■ **SUPPLIED RECORDS**
^^^^^^^^^^^^^^^^

def applicable(analysis, channels, where, types=None):
    """The analysis restricted to the feature sets written for this recording's sensors.

    A feature set whose regions name only 10-05 electrode positions is for EEG; any other
    is for MEG (its regions name sensors of an MEG system). A set for a sensor modality the
    recording lacks (an EEG set on an MEG recording) is left out, with the reason. A set
    for a modality the recording has must find all of its region channels: a missing one
    is an error, never a silently smaller region.

    Parameters
    ----------
    analysis : heschl.config.Analysis
    channels : list of str
        The recording's data channels after harmonising.
    where : str
        The file, for messages.
    types : set of str or None
        Sensor types present ("eeg", "mag", "grad"); None means EEG only.

    Returns
    -------
    analysis : heschl.config.Analysis
        With only the feature sets that apply.
    skipped : dict
        Feature set name -> why it does not apply.
    """
    import dataclasses

    from .errors import InputDataError, problem
    from .harmonise import standard_name_map

    types = {"eeg"} if types is None else set(types)
    electrodes = set(standard_name_map().values())
    present, used, skipped = set(channels), [], {}
    for fs in analysis.feature_sets:
        wanted = {c for names in fs.regions.values() for c in names}
        modality = "eeg" if wanted <= electrodes else "meg"
        has = "eeg" in types if modality == "eeg" else bool(types & set(MEG_SENSOR_TYPES))
        missing = sorted(wanted - present)
        if not missing:
            used.append(fs)
        elif not has:
            skipped[fs.name] = (f"its regions name {modality.upper()} channels ({', '.join(sorted(wanted)[:4])}"
                                f"{', ...' if len(wanted) > 4 else ''}) and this recording has no "
                                f"{modality.upper()} channel")
        else:
            raise InputDataError(problem(where, f'lacks channels {", ".join(missing[:6])} of the regions of feature '
                                         f'set "{fs.name}"', "add channel_aliases for them in the study file or "
                                         "remove them from the feature set's regions"))
    if not used:
        raise InputDataError(problem(where, f'no feature set of paradigm "{analysis.paradigm.name}" reads its '
                                     f"channels ({'; '.join(f'{k}: {v}' for k, v in skipped.items())})",
                                     "add a feature set whose regions name this recording's channels"))
    if skipped:
        log.info("Feature set%s %s not applicable to this recording", "" if len(skipped) == 1 else "s",
                 ", ".join(skipped))
    return dataclasses.replace(analysis, feature_sets=tuple(used)), skipped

^^^^^^^^^^^^^^^^

■ **ABOUT THIS EXERCISE**
Please copy out each line of the material that holds the string "only".

■ **TASK SOLUTION**
    A feature set whose regions name only 10-05 electrode positions is for EEG; any other
        Sensor types present ("eeg", "mag", "grad"); None means EEG only.
        With only the feature sets that apply.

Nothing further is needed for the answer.